In a bid to curb tax evasion, the Indian Union Council of Ministers last Wednesday approved amendments to the existing Double Tax Avoidance Agreement (DTAA) with Sri Lanka.
The agreement was inked between India and Sri Lanka in January 2013 and entered into force in October the same year.
Addressing a press briefing, Union Minister Prakash Javadekar said the Cabinet approved the signing and ratification of the protocol amending the agreement in order to avoid double taxation and to prevent fiscal evasion with respect to taxes on income.
“Updating of preamble text and inclusion of Principal Purpose Test (PPT) – a general anti-abuse provision in DTAA – will result in curbing tax planning strategies which exploit gaps and mismatches in tax rules,” an official release said.
India and Sri Lanka are members of the inclusive framework and as such are required to implement minimum standards under G-20 OECD BEPS Action Reports in respect to their DTAAs.
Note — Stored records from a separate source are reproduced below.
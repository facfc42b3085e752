#!/usr/bin/env python3
"""Writes the bad-input cases under tests/bad_input/json/, plan/ and audit/ (format: README.md).

The audit cases need real audits: this script runs the built stepledger on a small invented data
set (laptop listings) to make a base audit and a signed one, then writes each hostile variant —
truncated, edited, reordered, duplicated, re-sealed with the documented unkeyed algorithm
(audit/include/stepledger/audit/audit_document.h), re-signed (a JWS with detached payload over
the seal, audit/include/stepledger/audit/jws.h) — into its case file. Rerun it after
a change to the audit format or to what a run records, and review the diff:

    python3 tests/bad_input/make_json_cases.py build/cli/stepledger

Needs python3 and openssl. The two Ed25519 test keys come from fixed seeds (written into the
cases; they sign nothing else), and the base audit's fields that record time and the build are
set to fixed values and re-sealed, so that regenerating changes the cases only where what a run
records changed; the script checks that the tool verifies the base audit (with its data) and the
signed one (with its key) before it writes anything.
"""

import base64
import hashlib
import json
import os
import subprocess
import sys
import tempfile

HERE = os.path.dirname(os.path.abspath(__file__))

# ---- the documented seal (audit_document.h), as anyone can recompute it ----------------------
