// fraction * 2^64 as an integer: exact for a fraction in [2^-12, 1) (its 53-bit significand
// shifted left by at least 0 places), which the tests' fractions are.
std::uint64_t HoldoutThreshold(double fraction) {
  int exponent = 0;
  const double mantissa = std::frexp(fraction, &exponent);  // fraction = mantissa * 2^exponent
  const auto significand = static_cast<std::uint64_t>(std::ldexp(mantissa, 53));
  const int shift = exponent - 53 + 64;
  EXPECT_GE(shift, 0) << "fraction too small for the integer threshold";
  EXPECT_LT(shift, 64);
  return significand << shift;
}

bool ExpectedHeldOut(double fraction, std::uint64_t seed, std::uint64_t record) {
  return HashOfRecord(seed, record) < HoldoutThreshold(fraction);
}

// --- Invented data -------------------------------------------------------------------------------

// One data record as written: price = 900 - 9 age + 40 ram + 15 screen + 60 [grade A]
// - 35 [grade C] + 0.4 age*ram + noise (sd 20).
struct Record {
  double price = 0, age = 0, ram = 0, screen = 0, battery = 0, units = 1;
  std::string grade;
  bool price_missing = false, age_missing = false, battery_missing = false;
  bool Usable(bool weighted) const { return !price_missing && !age_missing && (!weighted || units > 0); }
};

struct Data {
  std::string text;
  std::vector<Record> records;
};

std::string Shortest(double value) {
  char text[32];
  const auto written = std::to_chars(text, text + sizeof text, value);
  return std::string(text, written.ptr);
}

Data MakeData(std::size_t rows, bool weighted, std::uint64_t seed) {
  TestRandom random(seed);
  const char* grades[] = {"A", "B", "C"};
  Data data;
  data.text = weighted ? "price,age,ram,screen,grade,battery,units\n" : "price,age,ram,screen,grade,battery\n";
  for (std::size_t i = 0; i < rows; ++i) {
    Record record;
    record.age = std::round(random.Uniform(3, 60));
    record.ram = 4 * std::floor(random.Uniform(1, 9));
    record.screen = std::round(random.Uniform(11.6, 17.3) * 10) / 10;
    record.grade = grades[std::min(2, static_cast<int>(random.Uniform(0, 3)))];
    record.battery = std::round(random.Uniform(40, 100));
    record.price = 900 - 9 * record.age + 40 * record.ram + 15 * record.screen +
                   (record.grade == "A" ? 60 : record.grade == "C" ? -35 : 0) + 0.4 * record.age * record.ram +
                   20 * random.Normal();
    record.units = weighted ? (random.Uniform(0, 1) < 0.03 ? 0.0 : std::round(random.Uniform(1, 6))) : 1.0;
    record.price_missing = random.Uniform(0, 1) < 0.02;
    record.age_missing = random.Uniform(0, 1) < 0.03;
    record.battery_missing = random.Uniform(0, 1) < 0.1;
    data.text += (record.price_missing ? std::string("NA") : Shortest(record.price)) + "," +
                 (record.age_missing ? std::string() : Shortest(record.age)) + "," + Shortest(record.ram) + "," +
                 Shortest(record.screen) + "," + record.grade + "," +
                 (record.battery_missing ? std::string() : Shortest(record.battery));
    if (weighted) data.text += "," + Shortest(record.units);
    data.text += "\n";
    data.records.push_back(record);
  }
  return data;
}

DesignSpec Spec(bool weighted) {
  DesignSpec spec;
  spec.response = "price";
  if (weighted) spec.weights = "units";
  spec.terms = {testing::Numeric("age", "age"), testing::Numeric("ram", "ram"),
                testing::Numeric("screen", "screen"),
                testing::Categorical("grade", "grade")};
  TermSpec product;
  product.name = "age:ram";
  product.kind = TermKind::kProduct;
  product.parts = {"age", "ram"};
  product.key_path = "terms[4]";
  spec.terms.push_back(product);
  return spec;
}

// The value of a design column for a record, from the column's name ("intercept", "age",
// "grade=A", "age:ram"): the test's own expansion, not the engine's.
double Part(const Record& record, const std::string& name) {
  if (name == "intercept") return 1;
  if (name == "age") return record.age;
  if (name == "ram") return record.ram;
  if (name == "screen") return record.screen;
  if (name.rfind("grade=", 0) == 0) return record.grade == name.substr(6) ? 1 : 0;
  ADD_FAILURE() << "unexpected design column " << name;
  return 0;
}

double ColumnValue(const Record& record, const std::string& name) {
  double value = 1;
  std::size_t start = 0;
  while (true) {
    const std::size_t colon = name.find(':', start);
    value *= Part(record, name.substr(start, colon == std::string::npos ? std::string::npos : colon - start));
    if (colon == std::string::npos) return value;
    start = colon + 1;
  }
}

// Which records a reference factor takes.
struct Selection {
  bool weighted = false;
  std::optional<std::pair<std::uint64_t, std::size_t>> fold;  // seed, k
  std::size_t fold_index = 0;
  std::optional<std::pair<double, std::uint64_t>> holdout;    // fraction, seed
};

bool Selected(const Selection& selection, const Record& record, std::uint64_t index) {
  if (!record.Usable(selection.weighted)) return false;
  if (selection.holdout && ExpectedHeldOut(selection.holdout->first, selection.holdout->second, index)) return false;
  if (selection.fold && ExpectedFold(selection.fold->first, index, selection.fold->second) != selection.fold_index) {
    return false;
  }
  return true;
}

// The reference: [X | y] of the selected records, rows times sqrt(w), columns times the scales.
struct Reference {
  arma::mat a;
  std::uint64_t rows = 0;
  double weight_sum = 0;
};

Reference BuildReference(const Data& data, const Design& design, const std::vector<double>& scales,
                         const Selection& selection) {
  Reference reference;
  std::vector<std::uint64_t> chosen;
  for (std::uint64_t i = 0; i < data.records.size(); ++i) {
    if (Selected(selection, data.records[i], i)) chosen.push_back(i);
  }
  const std::size_t m = design.column_count();
  reference.a.zeros(chosen.size(), m + 1);
  for (std::size_t r = 0; r < chosen.size(); ++r) {
    const Record& record = data.records[chosen[r]];
    const double root = std::sqrt(record.units);
    for (std::size_t j = 0; j < m; ++j) reference.a(r, j) = root * ColumnValue(record, design.columns[j].name) * scales[j];
    reference.a(r, m) = root * record.price * scales[m];
    reference.weight_sum += record.units;
  }
  reference.rows = chosen.size();
  return reference;
}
Minimum standards under BEPS Action-6 can be met through the Multilateral Convention to Implement Tax Treaty Related Measures to Prevent Base Erosion and Profit Shifting (MLI) or through bilateral agreement.
Although India is a signatory to MLI, Sri Lanka is not. Therefore, amendments to the India-Sri Lanka DTAA are required to be updated in the preamble and incorporated in PPT provisions to meet the minimum standards on treaty abuse under Base Erosion and Profit Shifting (BEPS).